Как обычно, 46-я рота идет первая. Мы готовимся к бою. «Делать быстро, делать быстро, – кричал Макканьо – идти вперед, как гарибальдийцы». Мы продвигаемся медленно на обширном фронте, достигли окраины деревни, прочесываем первые избы. Центры вражеского сопротивления были теперь уже близко; продвигаемся перебежками.
/…/
С Гранди и другими офицерами вошли в избу без приглашения. Десятку человек пришлось переехать. Толкались, кричали, удалось освободить маленькую кладовку.
Устал, как никогда. Мне постелили в одном углу, и я заснул. Во сне страдал, вновь видел колонны, мертвых, слышал звериные крики. Во время моего бодрствования, наяву вижу мою роту, а закрываю глаза позже – мне это вновь снится.
Меня растолкали, какое-то беспокойное движение. На улице занимался день.
В наш чулан вошли: полковник-артиллерист, подполковник альпийских стрелков, майор и капитан. Сейчас уже поздно. Может быть, они надеялись увидеть показушную дисциплинированность, как, если бы мы были в казарме, хорошо бы, если после его приветствия служба закончилась и мы уволились в запас. Они посмотрели снизу вверх, мы оставались на раскладушках. Не хотели сходить с места.
В атаку пошел более нахрапистый, подполковник альпийских стрелков. Приказал освободить «место для командира, синьора полковника!» Никто не пошевелился.
Подполковник повторил приказ. Гранди предложил им освободить смежную комнату. Полковник согласился. Пока Торелли и другие выходили, меня переместили с Гранди на одну грязную кровать.
Только тут осмотрел полковника артиллерии, усталый старик, деморализованный, вызывающий жалость. Это командир арьергарда, этот бедный старик, который больше ничего не понимает. В руках у него топографическая карта. Он весь дрожит. Взгляд его неподвижный с опустошенными глазами.

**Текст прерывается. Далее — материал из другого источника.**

// Tests of the losses: worked values, weights, smoothing, gradients, errors.
#include <doctest/doctest.h>

#include <cmath>
#include <cstdint>
#include <string>
#include <vector>

#include <tenon/autodiff/gradient_check.hpp>
#include <tenon/core/random.hpp>
#include <tenon/losses/classification.hpp>
#include <tenon/losses/regression.hpp>

using tenon::make_matrix;
using tenon::matrix;

namespace {

template <class T>
matrix<T> random_matrix(std::size_t rows, std::size_t cols, std::uint64_t seed, double low = -1.0, double high = 1.0) {
    tenon::random_engine e(seed);
    matrix<T> m({rows, cols});
    for (std::size_t k = 0; k < m.size(); ++k) m.data()[k] = static_cast<T>(e.uniform<double>(low, high));
    return m;
}

// Rows that are probability distributions.
matrix<double> random_distribution(std::size_t rows, std::size_t cols, std::uint64_t seed) {
    matrix<double> m = random_matrix<double>(rows, cols, seed, 0.05, 1.0);
    for (std::size_t i = 0; i < rows; ++i) {
        double total = 0.0;
        for (std::size_t j = 0; j < cols; ++j) total += m(i, j);
        for (std::size_t j = 0; j < cols; ++j) m(i, j) /= total;
    }
    return m;
}

template <class T>
T loss_value(tenon::var<T> v) {
    REQUIRE(v.shape() == tenon::shape2{1, 1});
    return v.value()(0, 0);
}

template <class F>
std::string code_of(F&& f) {
    try {
        f();
    } catch (const tenon::error& e) {
        return e.code();
    }
    return "no error";
}

// Checks d(loss)/d(prediction) by finite differences.
template <class Build>
double gradient_error(const matrix<double>& start, Build&& build) {
    tenon::parameter<double> p("prediction", start);
    const auto r = tenon::check_gradients({&p}, [&](tenon::tape<double>& t) { return build(t, t.track(p)); });
    return r.max_rel_error;
}

}  // namespace

// ---------------------------------------------------------------- worked values

TEST_CASE_TEMPLATE("cross-entropy of a uniform prediction over K classes is ln K", T, float, double) {
    // Uniform softmax: -log(1/K) = ln K for any label (definition of cross-entropy).
    for (std::size_t k : {2u, 3u, 10u}) {
        tenon::tape<T> t;
        matrix<T> logits({4, k});
        logits.fill(T(0.7));
        const std::vector<std::size_t> labels = {0, k - 1, 1, 0};
        CHECK(loss_value(tenon::cross_entropy_loss(t, t.input(logits), labels)) == doctest::Approx(std::log(static_cast<double>(k))));
    }
}

TEST_CASE_TEMPLATE("cross-entropy stays finite for huge logits", T, float, double) {
    // log-softmax shifted by the row maximum (stable): logits 1000 and 0 give
    // a loss of about 1000 for the wrong label and about e^-1000 for the right one.
    tenon::tape<T> t;
    const auto logits = t.input(make_matrix<T>({{T(1000), T(0)}}));
    CHECK(loss_value(tenon::cross_entropy_loss(t, logits, std::vector<std::size_t>{1})) == doctest::Approx(1000.0));
    CHECK(loss_value(tenon::cross_entropy_loss(t, logits, std::vector<std::size_t>{0})) == doctest::Approx(0.0));
}

TEST_CASE_TEMPLATE("KL divergence of a distribution from itself is zero", T, float, double) {
    // KL(p || p) = 0 (Kullback & Leibler 1951; Gibbs' inequality holds with equality).
    const matrix<T> p = make_matrix<T>({{T(0.2), T(0.3), T(0.5)}, {T(0.6), T(0.4), T(0)}});
    tenon::tape<T> t;
    matrix<T> log_p({2, 3});
    for (std::size_t k = 0; k < p.size(); ++k) log_p.data()[k] = p.data()[k] > T(0) ? std::log(p.data()[k]) : T(-60);
    CHECK(loss_value(tenon::kl_divergence_loss(t, t.input(log_p), p)) == doctest::Approx(0.0).scale(1.0).epsilon(1e-5));
    matrix<T> q = p;
    q(1, 2) = T(1e-30);
    CHECK(loss_value(tenon::kl_divergence_probabilities_loss(t, t.input(q), p)) == doctest::Approx(0.0).scale(1.0).epsilon(1e-5));
    // A worked value: KL([0.5, 0.5] || [0.25, 0.75]) = 0.5 ln 2 + 0.5 ln (2/3).
    const matrix<T> half = make_matrix<T>({{T(0.5), T(0.5)}});
    const auto kl = tenon::kl_divergence_probabilities_loss(t, t.input(make_matrix<T>({{T(0.25), T(0.75)}})), half);
    CHECK(loss_value(kl) == doctest::Approx(0.5 * std::log(2.0) + 0.5 * std::log(2.0 / 3.0)));
}

TEST_CASE_TEMPLATE("Huber loss is half the squared error inside delta and linear outside", T, float, double) {
    // Huber 1964: r^2/2 for |r| <= delta, delta (|r| - delta/2) beyond.
    tenon::tape<T> t;
    tenon::loss_options<T> o;
    o.delta = T(1.5);
    o.reduction = tenon::loss_reduction::sum;
    const matrix<T> zero = make_matrix<T>({{T(0)}});
    auto huber_at = [&](T r) { return loss_value(tenon::huber_loss(t, t.input(make_matrix<T>({{r}})), zero, o)); };
    CHECK(huber_at(T(1)) == doctest::Approx(0.5));
    CHECK(huber_at(T(-1.5)) == doctest::Approx(0.5 * 1.5 * 1.5));
    CHECK(huber_at(T(4)) == doctest::Approx(1.5 * (4.0 - 0.75)));
    CHECK(huber_at(T(-10)) == doctest::Approx(1.5 * (10.0 - 0.75)));
    // Linear outside: equal steps of the residual give equal steps of the loss.
    CHECK(huber_at(T(6)) - huber_at(T(5)) == doctest::Approx(huber_at(T(5)) - huber_at(T(4))));
}

TEST_CASE_TEMPLATE("binary cross-entropy of logit 0 is ln 2", T, float, double) {
    // sigmoid(0) = 1/2, so -log(1/2) = ln 2 for target 0 or 1.
    tenon::tape<T> t;
    const auto z = t.input(make_matrix<T>({{T(0), T(0)}}));
    CHECK(loss_value(tenon::binary_cross_entropy_loss(t, z, make_matrix<T>({{T(1), T(0)}}))) == doctest::Approx(std::log(2.0)));
    // Stable far out: logit 200 with target 0 costs 200, with target 1 about e^-200.
    const auto big = t.input(make_matrix<T>({{T(200)}}));
    CHECK(loss_value(tenon::binary_cross_entropy_loss(t, big, make_matrix<T>({{T(0)}}))) == doctest::Approx(200.0));
    CHECK(loss_value(tenon::binary_cross_entropy_loss(t, big, make_matrix<T>({{T(1)}}))) == doctest::Approx(0.0));
}

TEST_CASE_TEMPLATE("L1 and L2 losses with mean and sum reductions", T, float, double) {
    tenon::tape<T> t;
    const auto p = t.input(make_matrix<T>({{T(1), T(2)}, {T(3), T(4)}}));
    const matrix<T> y = make_matrix<T>({{T(0), T(4)}, {T(3), T(1)}});
    CHECK(loss_value(tenon::l1_loss(t, p, y)) == doctest::Approx((1.0 + 2.0 + 0.0 + 3.0) / 4.0));
    CHECK(loss_value(tenon::l2_loss(t, p, y)) == doctest::Approx((1.0 + 4.0 + 0.0 + 9.0) / 4.0));
    tenon::loss_options<T> sum;
    sum.reduction = tenon::loss_reduction::sum;
    CHECK(loss_value(tenon::l2_loss(t, p, y, sum)) == doctest::Approx(14.0));
    // Sample weights {3, 1}: weighted mean over elements = (3 * 5 + 1 * 9) / (2 * 4).
    tenon::loss_options<T> weighted;
    weighted.sample_weights = {T(3), T(1)};
    CHECK(loss_value(tenon::l2_loss(t, p, y, weighted)) == doctest::Approx((3.0 * 5.0 + 9.0) / 8.0));
    weighted.reduction = tenon::loss_reduction::sum;
    CHECK(loss_value(tenon::l2_loss(t, p, y, weighted)) == doctest::Approx(3.0 * 5.0 + 9.0));
}

TEST_CASE_TEMPLATE("label smoothing and class weights in cross-entropy", T, float, double) {
    tenon::tape<T> t;
    const matrix<T> z = make_matrix<T>({{T(2), T(0), T(-1)}, {T(0.5), T(1), T(0)}});
    const std::vector<std::size_t> labels = {0, 1};
    auto log_softmax = [&](std::size_t i, std::size_t j) {
        double s = 0.0;
        for (std::size_t k = 0; k < 3; ++k) s += std::exp(static_cast<double>(z(i, k)));
        return static_cast<double>(z(i, j)) - std::log(s);
    };
    // Smoothing 0.3 over K = 3: target 0.8 on the label, 0.1 elsewhere
    // (Szegedy et al. 2016, section 7).
    tenon::loss_options<T> smooth;
    smooth.label_smoothing = T(0.3);
    double expected = 0.0;
    for (std::size_t i = 0; i < 2; ++i)
        for (std::size_t j = 0; j < 3; ++j) expected -= (j == labels[i] ? 0.8 : 0.1) * log_softmax(i, j) / 2.0;
    CHECK(loss_value(tenon::cross_entropy_loss(t, t.input(z), labels, smooth)) == doctest::Approx(expected));
    // The same through probability targets.
    const matrix<T> one_hot = make_matrix<T>({{T(1), T(0), T(0)}, {T(0), T(1), T(0)}});
    CHECK(loss_value(tenon::cross_entropy_loss(t, t.input(z), one_hot, smooth)) == doctest::Approx(expected));

    // Class weights {1, 4, 1}: weighted mean (1 l_0 + 4 l_1) / 5.
    tenon::loss_options<T> weighted;
    weighted.class_weights = {T(1), T(4), T(1)};
    const double weighted_expected = (-log_softmax(0, 0) - 4.0 * log_softmax(1, 1)) / 5.0;
    CHECK(loss_value(tenon::cross_entropy_loss(t, t.input(z), labels, weighted)) == doctest::Approx(weighted_expected));
    CHECK(loss_value(tenon::cross_entropy_loss(t, t.input(z), one_hot, weighted)) == doctest::Approx(weighted_expected));
    // Sample weights multiply in: {2, 1} -> (2 l_0 + 4 l_1) / 6.
    weighted.sample_weights = {T(2), T(1)};
    CHECK(loss_value(tenon::cross_entropy_loss(t, t.input(z), labels, weighted)) ==
          doctest::Approx((-2.0 * log_softmax(0, 0) - 4.0 * log_softmax(1, 1)) / 6.0));
}

TEST_CASE_TEMPLATE("binary cross-entropy with class weights and smoothing", T, float, double) {
    tenon::tape<T> t;
    const matrix<T> z = make_matrix<T>({{T(1), T(-2)}});
    const matrix<T> y = make_matrix<T>({{T(1), T(0)}});
    auto softplus = [](double x) { return std::log1p(std::exp(x)); };
    const double l_pos = softplus(1.0) - 1.0, l_neg = softplus(-2.0);
    tenon::loss_options<T> o;
    o.class_weights = {T(1), T(3)};  // {negative, positive}
    CHECK(loss_value(tenon::binary_cross_entropy_loss(t, t.input(z), y, o)) == doctest::Approx((3.0 * l_pos + l_neg) / 4.0));
    tenon::loss_options<T> s;
    s.label_smoothing = T(0.2);  // targets become 0.9 and 0.1
    const double expected = (softplus(1.0) - 0.9 * 1.0 + softplus(-2.0) - 0.1 * -2.0) / 2.0;
    CHECK(loss_value(tenon::binary_cross_entropy_loss(t, t.input(z), y, s)) == doctest::Approx(expected));
}

// ---------------------------------------------------------------- gradients

TEST_CASE("every loss's gradient agrees with finite differences") {
    const matrix<double> start = random_matrix<double>(4, 3, 5, -2.0, 2.0);
    const matrix<double> target = random_matrix<double>(4, 3, 6, -2.0, 2.0);
    const matrix<double> probabilities = random_distribution(4, 3, 7);
    const matrix<double> binary = random_matrix<double>(4, 3, 8, 0.0, 1.0);
    const std::vector<std::size_t> labels = {2, 0, 1, 2};

    std::vector<tenon::loss_options<double>> variants(4);
    variants[1].reduction = tenon::loss_reduction::sum;
    variants[2].sample_weights = {0.5, 2.0, 1.0, 0.0};
    variants[3].sample_weights = {1.0, 3.0, 0.5, 2.0};
    variants[3].reduction = tenon::loss_reduction::sum;
    for (std::size_t v = 0; v < variants.size(); ++v) {
        CAPTURE(v);
        auto o = variants[v];
        CHECK(gradient_error(start, [&](auto& t, auto p) { return tenon::l1_loss(t, p, target, o); }) < 1e-6);
        CHECK(gradient_error(start, [&](auto& t, auto p) { return tenon::l2_loss(t, p, target, o); }) < 1e-6);
        o.delta = 0.7;  // both branches occur for residuals in [-4, 4]
        CHECK(gradient_error(start, [&](auto& t, auto p) { return tenon::huber_loss(t, p, target, o); }) < 1e-6);
        o.delta = 1.0;
        CHECK(gradient_error(start, [&](auto& t, auto p) { return tenon::kl_divergence_loss(t, p, probabilities, o); }) < 1e-6);
        const matrix<double> positive = random_distribution(4, 3, 9);
        CHECK(gradient_error(positive, [&](auto& t, auto p) { return tenon::kl_divergence_probabilities_loss(t, p, probabilities, o); }) < 1e-6);
        o.class_weights = {1.0, 2.0, 0.5};
        o.label_smoothing = 0.1;
        CHECK(gradient_error(start, [&](auto& t, auto p) { return tenon::cross_entropy_loss(t, p, labels, o); }) < 1e-6);
        CHECK(gradient_error(start, [&](auto& t, auto p) { return tenon::cross_entropy_loss(t, p, probabilities, o); }) < 1e-6);
        o.class_weights = {1.0, 2.5};
        CHECK(gradient_error(start, [&](auto& t, auto p) { return tenon::binary_cross_entropy_loss(t, p, binary, o); }) < 1e-6);
        o.class_weights.clear();
        CHECK(gradient_error(start, [&](auto& t, auto p) { return tenon::binary_cross_entropy_loss(t, p, binary, o); }) < 1e-6);
    }
}

// ---------------------------------------------------------------- errors

TEST_CASE_TEMPLATE("bad loss inputs fail with their error codes", T, float, double) {
    tenon::tape<T> t;
    const auto z = t.input(make_matrix<T>({{T(1), T(2)}, {T(0), T(1)}}));
    const matrix<T> y = make_matrix<T>({{T(1), T(0)}, {T(0), T(1)}});
    CHECK(code_of([&] { tenon::cross_entropy_loss(t, z, std::vector<std::size_t>{0, 2}); }) == "model.loss.label_range");
    CHECK(code_of([&] { tenon::cross_entropy_loss(t, z, std::vector<std::size_t>{0}); }) == "core.shape.mismatch");
    CHECK(code_of([&] { tenon::l2_loss(t, z, make_matrix<T>({{T(1), T(0)}})); }) == "core.shape.mismatch");

    tenon::loss_options<T> o;
    o.sample_weights = {T(1)};
    CHECK(code_of([&] { tenon::l2_loss(t, z, y, o); }) == "model.loss.weights");
    o.sample_weights = {T(1), T(-1)};
    CHECK(code_of([&] { tenon::l1_loss(t, z, y, o); }) == "model.loss.weights");
    o.sample_weights = {T(0), T(0)};
    CHECK(code_of([&] { tenon::l2_loss(t, z, y, o); }) == "model.loss.weights");
    o.sample_weights.clear();
    o.class_weights = {T(1), T(1), T(1)};
    CHECK(code_of([&] { tenon::cross_entropy_loss(t, z, std::vector<std::size_t>{0, 1}, o); }) == "model.loss.weights");
    o.class_weights = {T(1), T(1)};
    CHECK(code_of([&] { tenon::l2_loss(t, z, y, o); }) == "model.loss.option");
    o.class_weights.clear();
    o.label_smoothing = T(1);
    CHECK(code_of([&] { tenon::cross_entropy_loss(t, z, y, o); }) == "model.loss.option");
    o.label_smoothing = T(0.1);
    CHECK(code_of([&] { tenon::huber_loss(t, z, y, o); }) == "model.loss.option");
    CHECK(code_of([&] { tenon::kl_divergence_loss(t, z, y, o); }) == "model.loss.option");
    o.label_smoothing = T(0);
    o.delta = T(0);
    CHECK(code_of([&] { tenon::huber_loss(t, z, y, o); }) == "model.loss.option");

    CHECK(code_of([&] { tenon::cross_entropy_loss(t, z, make_matrix<T>({{T(0.5), T(0.6)}, {T(0), T(1)}})); }) == "model.loss.target");
    CHECK(code_of([&] { tenon::kl_divergence_loss(t, z, make_matrix<T>({{T(-0.5), T(1.5)}, {T(0), T(1)}})); }) == "model.loss.target");
    CHECK(code_of([&] { tenon::binary_cross_entropy_loss(t, z, make_matrix<T>({{T(2), T(0)}, {T(0), T(1)}})); }) == "model.loss.target");
}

Гранди бросил поверхностный взгляд на них, когда подполковник-скотина делил еду с полковником; они ели с жадностью. Тем временем в смежной комнате Торелли и другие толкались для переезда. Один солдат, лежавший на полу, не хотел подниматься. Торелли настаивал по-хорошему, потом схватил шинель. Ни один солдат, ни один офицер, раненый без звания не кричал и не защищался.
Произошла ошибка, когда прибыл капитан, который сопровождал полковника артиллерии. Ни во что не вникая, он поверил, что имело место избиение раненого офицера, и дал пощечину Торелли. Случилось непоправимое. Торелли хотел ответить. В это время на сцену вышел также и полковник артиллерии. Он нам казался полумертвым, однако, напротив, пришел в бешенство: «Я его расстреляю – кричал – расстреляем немедленно, без суда. Это мы можем, расстрелять без суда». Обращались к Гранди: «Вы должны его арестовать немедленно четырьмя солдатами, потом обыскать. Вы поняли? Вы отвечаете за приказы, которые я отдаю».
Это казалось безумием. Подполковник-скотина подтвердил приказ.